--- Exercise directions ---
If "scalars" shows up in a line of the material, return that line.
--------------------------------------------------
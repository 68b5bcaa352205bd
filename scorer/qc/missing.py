"""Missing QC is not silent: alerts of their own kind for QC that did not happen.

* ``incomplete`` — a session short of its ``min_images`` longer than ``[alerts] incomplete_hours`` since its
  first image arrived (a 3-of-4 session otherwise waits forever with exit 0);
* ``silent`` — a configured detector whose latest image is older than ``[alerts] silent_days`` (0: never);
* ``quarantined`` — a run whose every new file was quarantined (a replaced panel with a new Detector ID
  looks like a good night otherwise).

Each is stored once per kind, detector and subject (the session's group, the last date seen, the run's
date) in ``qc_missing``, printed by the run that raised it, e-mailed with the other alerts, listed in the
trend report, and makes ``limen nightly`` exit 1.
"""

from __future__ import annotations

import datetime as _dt

from sqlalchemy import func, select

from scorer.qc.tables import ImageRow, MissingQcRow, utcnow

KINDS = ("incomplete", "silent", "quarantined")


def _row(r: MissingQcRow) -> dict:
    return {
        "id": r.id,
        "kind": r.kind,
        "rule": f"missing: {r.kind}",
        "detector": r.detector,
        "subject": r.subject,
        "session_date": r.session_date,
        "message": r.message,
        "created_at": r.created_at,
        "emailed": r.emailed_at is not None,
    }


class MissingOps:
    """Finding and storing missing-QC alerts (mixed into :class:`Store`)."""

    def find_missing(self, config, rules, n_new_images: int, quarantined: list[dict], now=None) -> list[dict]:
        """Missing-QC alerts raised now (each stored once; those stored before are not returned again)."""
        now = now or utcnow()
        found: list[tuple[str, str, str, str, str]] = []  # kind, detector, subject, date, message
        with self.transaction() as s:
            groups = s.execute(
                select(
                    ImageRow.group_key,
                    ImageRow.detector,
                    func.min(ImageRow.session_date),
                    func.min(ImageRow.first_seen),
                    func.count(),
                )
                .where(ImageRow.session_id.is_(None))
                .group_by(ImageRow.group_key, ImageRow.detector)
            ).all()
            for key, det, date, first, n in groups:
                need = config.by_name(det).min_images
                waited_h = (now - first).total_seconds() / 3600 if first is not None else 0.0
                if n < need and waited_h > rules.incomplete_hours:
                    found.append(
                        (
                            "incomplete",
                            det,
                            key,
                            str(date),
                            f"{det} {date}: session incomplete — {n} of {need} images, the first arrived "
                            f"{waited_h:.0f} h ago (limit {rules.incomplete_hours:g} h); the rest were never sent, or "
                            "were quarantined",
                        )
                    )
            if rules.silent_days > 0:
                last = {
                    det: seen
                    for det, seen in s.execute(
                        select(ImageRow.detector, func.max(ImageRow.session_date)).group_by(ImageRow.detector)
                    ).all()
                }
                for d in config.detectors:
                    seen = last.get(d.name)
                    if seen is None:
                        continue  # never sent anything: nothing to measure the silence from
                    days = (now.date() - _dt.date.fromisoformat(str(seen))).days
                    if days > rules.silent_days:
                        found.append(
                            (
                                "silent",
                                d.name,
                                str(seen),
                                str(seen),
                                f"{d.name}: no QC images for {days} days (last {seen}; limit "
                                f"{rules.silent_days:g} days)",
                            )
                        )
            if quarantined and n_new_images == 0:
                today = now.date().isoformat()
                reasons = sorted({q["reason"] for q in quarantined})
                found.append(
                    (
                        "quarantined",
                        "",
                        f"{today} {len(quarantined)} {quarantined[0]['path']}",
                        today,
                        f"every new file of this run was quarantined ({len(quarantined)} file(s); "
                        f"{'; '.join(reasons)[:300]}): no QC was scored — see `limen quarantine list`",
                    )
                )
            out = []
            for kind, det, subject, date, msg in found:
                # ON CONFLICT DO NOTHING: two runs at once raise it once
                res = s.execute(
                    self._insert(MissingQcRow.__table__).values(
                        kind=kind, detector=det, subject=subject, session_date=date, message=msg, created_at=now
                    )
                )
                if res.rowcount:
                    row = s.scalars(
                        select(MissingQcRow).where(
                            MissingQcRow.kind == kind, MissingQcRow.detector == det, MissingQcRow.subject == subject
                        )
                    ).one()
                    out.append(_row(row))
            return out

    def missing_alerts(self) -> list[dict]:
        with self.transaction() as s:
            return [_row(r) for r in s.scalars(select(MissingQcRow).order_by(MissingQcRow.id))]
--------------------------------------------------
--- Expected output ---
                    row = s.scalars(
            return [_row(r) for r in s.scalars(select(MissingQcRow).order_by(MissingQcRow.id))]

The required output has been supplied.